**ASSIGNMENT**
Give back the data below exactly, with every line kept the same.

[Opening SOURCE MATERIAL section]

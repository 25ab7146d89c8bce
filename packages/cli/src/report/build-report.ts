/**
 * The exported report: one self-contained HTML page (no script, no external resource, a Content-Security-Policy
 * that forbids both) with the title, the caution, the narrative, each cell's code in a collapsible block, its
 * outputs, and the provenance of the run. A pure function of its input.
 */
import { renderNarrative } from "@conebook/document";
import type { Cell, CellOutput, ConebookDocument } from "@conebook/document";
import { CAUTION_TEXT } from "./caution.js";
import { escapeHtml } from "./escape.js";
import { outputHtml, type ChartPicture } from "./outputs-html.js";

/** The Content-Security-Policy of every report. */
export const REPORT_CSP = "default-src 'none'; img-src data:; style-src 'unsafe-inline'";

/** Where a report's facts came from. */
export interface Provenance {
  toolVersion: string;
  aquiferVersion: string;
  /** `recordedWith` of the document, when it has one. */
  recordedWith?: string;
  /** "recorded": outputs as recorded in the file; "rerun": outputs of a fresh run made for the report. */
  outputsFrom: "recorded" | "rerun";
  /** SHA-256 of the document file's bytes. */
  documentSha256: string;
  documentName: string;
  dataFiles: { name: string; path: string; sha256: string }[];
  /** The run date given on the command line (YYYY-MM-DD); absent unless given. */
  runDate?: string;
}

/** Everything the report shows. */
export interface ReportInput {
  document: ConebookDocument;
  /** Outputs by cell id. */
  outputs: Record<string, readonly CellOutput[]>;
  /** Chart drawings by `${cellId}/${outputIndex}`. */
  charts: Record<string, ChartPicture>;
  provenance: Provenance;
}

/** The key of a chart drawing in ReportInput.charts. */
export function chartKey(cellId: string, index: number): string {
  return `${cellId}/${index}`;
}

const STYLE = `
body { font: 15px/1.5 system-ui, sans-serif; max-width: 60rem; margin: 2rem auto; padding: 0 1rem; color: #1b1b1b; }
h1 { font-size: 1.7rem; margin-bottom: 0.5rem; }
.caution { border: 2px solid #a15c00; background: #fff6e5; padding: 0.75rem 1rem; margin: 1rem 0 2rem; }
.cell { margin: 1.5rem 0; }
details { margin: 0.5rem 0; }
summary { cursor: pointer; color: #444; font-size: 0.9rem; }
pre { background: #f5f5f5; padding: 0.5rem 0.75rem; overflow-x: auto; font-size: 0.85rem; }
pre.text { white-space: pre-wrap; overflow-wrap: anywhere; }
table { border-collapse: collapse; margin: 0.5rem 0; font-size: 0.9rem; }
caption { text-align: left; font-weight: 600; padding-bottom: 0.25rem; }
th, td { border: 1px solid #ccc; padding: 0.2rem 0.5rem; text-align: left; }
td.num { text-align: right; font-variant-numeric: tabular-nums; }
.value .number { font-weight: 600; font-variant-numeric: tabular-nums; }
.unit { color: #555; }
.error { color: #9b1c1c; font-weight: 600; }
.not-run, .problem { color: #666; font-style: italic; }
figure.chart { margin: 0.5rem 0; overflow-x: auto; }
footer { margin-top: 3rem; border-top: 1px solid #ccc; font-size: 0.85rem; }
dt { font-weight: 600; }
dd { margin: 0 0 0.4rem 0; font-family: ui-monospace, monospace; word-break: break-all; }
`;

function cellBody(cell: Cell, input: ReportInput): string {
  const file = input.provenance.documentName;
  const id = escapeHtml(cell.id);
  if (cell.kind === "narrative") return `<section class="cell narrative">${renderNarrative(cell.source)}</section>`;
  const outputs = input.outputs[cell.id] ?? [];
  const shown = outputs.map((o, i) => outputHtml(o, file, o.type === "chart" ? input.charts[chartKey(cell.id, i)] : undefined)).join("\n");
  let source: string;
  if (cell.kind === "code") source = `<details><summary>Code (cell ${id})</summary><pre><code>${escapeHtml(cell.source)}</code></pre></details>`;
  else if (cell.kind === "data") {
    source = cell.file
      ? `<details><summary>Data "${escapeHtml(cell.name)}" (cell ${id}): file ${escapeHtml(cell.file.path)}</summary><p>SHA-256 ${escapeHtml(cell.file.sha256)}</p></details>`
      : `<details><summary>Data "${escapeHtml(cell.name)}" (cell ${id})</summary><pre>${escapeHtml(cell.source)}</pre></details>`;
  } else source = `<details><summary>Chart specification (cell ${id})</summary><pre>${escapeHtml(JSON.stringify(cell.spec, null, 2))}</pre></details>`;
  return `<section class="cell ${cell.kind}">\n${source}\n${shown}\n</section>`;
}

function provenanceHtml(p: Provenance): string {
  const item = (term: string, value: string) => `<dt>${escapeHtml(term)}</dt><dd>${escapeHtml(value)}</dd>`;
  const items = [
    item("Tool", `conebook ${p.toolVersion}`),
    item("Aquifer library", `aquifer ${p.aquiferVersion}`),
    item(
      "Outputs",
      p.outputsFrom === "recorded"
        ? `as recorded in the document${p.recordedWith ? ` (recorded with aquifer ${p.recordedWith})` : ""}`
        : `from a fresh run made for this report with aquifer ${p.aquiferVersion}`,
    ),
    item(`Document ${p.documentName} (SHA-256)`, p.documentSha256),
    ...p.dataFiles.map((d) => item(`Data "${d.name}": ${d.path} (SHA-256)`, d.sha256)),
  ];
  if (p.runDate !== undefined) items.push(item("Run date", p.runDate));
  return `<footer><h2>Provenance</h2><dl>\n${items.join("\n")}\n</dl></footer>`;
}

/** The report's HTML text. Cost: linear in the size of the document, outputs and drawings. */
export function buildReport(input: ReportInput): string {
  const title = escapeHtml(input.document.header.title);
  const cells = input.document.cells.map((c) => cellBody(c, input)).join("\n");
  return `<!DOCTYPE html>
<html lang="en">
<head>
<meta charset="utf-8">
<meta http-equiv="Content-Security-Policy" content="${REPORT_CSP}">
<meta name="viewport" content="width=device-width, initial-scale=1">
<link rel="icon" href="data:,">
<title>${title}</title>
<style>${STYLE}</style>
</head>
<body>
<header>
<h1>${title}</h1>
<div class="caution" role="note"><strong>Caution.</strong> ${escapeHtml(CAUTION_TEXT)}</div>
</header>
<main>
${cells}
</main>
${provenanceHtml(input.provenance)}
</body>
</html>
`;
}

[Closing SOURCE MATERIAL section]

**EXERCISE RESPONSE**
repository 25ab7146d89c8bce
filename packages/cli/src/report/build-report.ts
/**
 * The exported report: one self-contained HTML page (no script, no external resource, a Content-Security-Policy
 * that forbids both) with the title, the caution, the narrative, each cell's code in a collapsible block, its
 * outputs, and the provenance of the run. A pure function of its input.
 */
import { renderNarrative } from "@conebook/document";
import type { Cell, CellOutput, ConebookDocument } from "@conebook/document";
import { CAUTION_TEXT } from "./caution.js";
import { escapeHtml } from "./escape.js";
import { outputHtml, type ChartPicture } from "./outputs-html.js";

/** The Content-Security-Policy of every report. */
export const REPORT_CSP = "default-src 'none'; img-src data:; style-src 'unsafe-inline'";

/** Where a report's facts came from. */
export interface Provenance {
  toolVersion: string;
  aquiferVersion: string;
  /** `recordedWith` of the document, when it has one. */
  recordedWith?: string;
  /** "recorded": outputs as recorded in the file; "rerun": outputs of a fresh run made for the report. */
  outputsFrom: "recorded" | "rerun";
  /** SHA-256 of the document file's bytes. */
  documentSha256: string;
  documentName: string;
  dataFiles: { name: string; path: string; sha256: string }[];
  /** The run date given on the command line (YYYY-MM-DD); absent unless given. */
  runDate?: string;
}

/** Everything the report shows. */
export interface ReportInput {
  document: ConebookDocument;
  /** Outputs by cell id. */
  outputs: Record<string, readonly CellOutput[]>;
  /** Chart drawings by `${cellId}/${outputIndex}`. */
  charts: Record<string, ChartPicture>;
  provenance: Provenance;
}

/** The key of a chart drawing in ReportInput.charts. */
export function chartKey(cellId: string, index: number): string {
  return `${cellId}/${index}`;
}

const STYLE = `
body { font: 15px/1.5 system-ui, sans-serif; max-width: 60rem; margin: 2rem auto; padding: 0 1rem; color: #1b1b1b; }
h1 { font-size: 1.7rem; margin-bottom: 0.5rem; }
.caution { border: 2px solid #a15c00; background: #fff6e5; padding: 0.75rem 1rem; margin: 1rem 0 2rem; }
.cell { margin: 1.5rem 0; }
details { margin: 0.5rem 0; }
summary { cursor: pointer; color: #444; font-size: 0.9rem; }
pre { background: #f5f5f5; padding: 0.5rem 0.75rem; overflow-x: auto; font-size: 0.85rem; }
pre.text { white-space: pre-wrap; overflow-wrap: anywhere; }
table { border-collapse: collapse; margin: 0.5rem 0; font-size: 0.9rem; }
caption { text-align: left; font-weight: 600; padding-bottom: 0.25rem; }
th, td { border: 1px solid #ccc; padding: 0.2rem 0.5rem; text-align: left; }
td.num { text-align: right; font-variant-numeric: tabular-nums; }
.value .number { font-weight: 600; font-variant-numeric: tabular-nums; }
.unit { color: #555; }
.error { color: #9b1c1c; font-weight: 600; }
.not-run, .problem { color: #666; font-style: italic; }
figure.chart { margin: 0.5rem 0; overflow-x: auto; }
footer { margin-top: 3rem; border-top: 1px solid #ccc; font-size: 0.85rem; }
dt { font-weight: 600; }
dd { margin: 0 0 0.4rem 0; font-family: ui-monospace, monospace; word-break: break-all; }
`;

function cellBody(cell: Cell, input: ReportInput): string {
  const file = input.provenance.documentName;
  const id = escapeHtml(cell.id);
  if (cell.kind === "narrative") return `<section class="cell narrative">${renderNarrative(cell.source)}</section>`;
  const outputs = input.outputs[cell.id] ?? [];
  const shown = outputs.map((o, i) => outputHtml(o, file, o.type === "chart" ? input.charts[chartKey(cell.id, i)] : undefined)).join("\n");
  let source: string;
  if (cell.kind === "code") source = `<details><summary>Code (cell ${id})</summary><pre><code>${escapeHtml(cell.source)}</code></pre></details>`;
  else if (cell.kind === "data") {
    source = cell.file
      ? `<details><summary>Data "${escapeHtml(cell.name)}" (cell ${id}): file ${escapeHtml(cell.file.path)}</summary><p>SHA-256 ${escapeHtml(cell.file.sha256)}</p></details>`
      : `<details><summary>Data "${escapeHtml(cell.name)}" (cell ${id})</summary><pre>${escapeHtml(cell.source)}</pre></details>`;
  } else source = `<details><summary>Chart specification (cell ${id})</summary><pre>${escapeHtml(JSON.stringify(cell.spec, null, 2))}</pre></details>`;
  return `<section class="cell ${cell.kind}">\n${source}\n${shown}\n</section>`;
}

function provenanceHtml(p: Provenance): string {
  const item = (term: string, value: string) => `<dt>${escapeHtml(term)}</dt><dd>${escapeHtml(value)}</dd>`;
  const items = [
    item("Tool", `conebook ${p.toolVersion}`),
    item("Aquifer library", `aquifer ${p.aquiferVersion}`),
    item(
      "Outputs",
      p.outputsFrom === "recorded"
        ? `as recorded in the document${p.recordedWith ? ` (recorded with aquifer ${p.recordedWith})` : ""}`
        : `from a fresh run made for this report with aquifer ${p.aquiferVersion}`,
    ),
    item(`Document ${p.documentName} (SHA-256)`, p.documentSha256),
    ...p.dataFiles.map((d) => item(`Data "${d.name}": ${d.path} (SHA-256)`, d.sha256)),
  ];
  if (p.runDate !== undefined) items.push(item("Run date", p.runDate));
  return `<footer><h2>Provenance</h2><dl>\n${items.join("\n")}\n</dl></footer>`;
}

/** The report's HTML text. Cost: linear in the size of the document, outputs and drawings. */
export function buildReport(input: ReportInput): string {
  const title = escapeHtml(input.document.header.title);
  const cells = input.document.cells.map((c) => cellBody(c, input)).join("\n");
  return `<!DOCTYPE html>
<html lang="en">
<head>
<meta charset="utf-8">
<meta http-equiv="Content-Security-Policy" content="${REPORT_CSP}">
<meta name="viewport" content="width=device-width, initial-scale=1">
<link rel="icon" href="data:,">
<title>${title}</title>
<style>${STYLE}</style>
</head>
<body>
<header>
<h1>${title}</h1>
<div class="caution" role="note"><strong>Caution.</strong> ${escapeHtml(CAUTION_TEXT)}</div>
</header>
<main>
${cells}
</main>
${provenanceHtml(input.provenance)}
</body>
</html>
`;
}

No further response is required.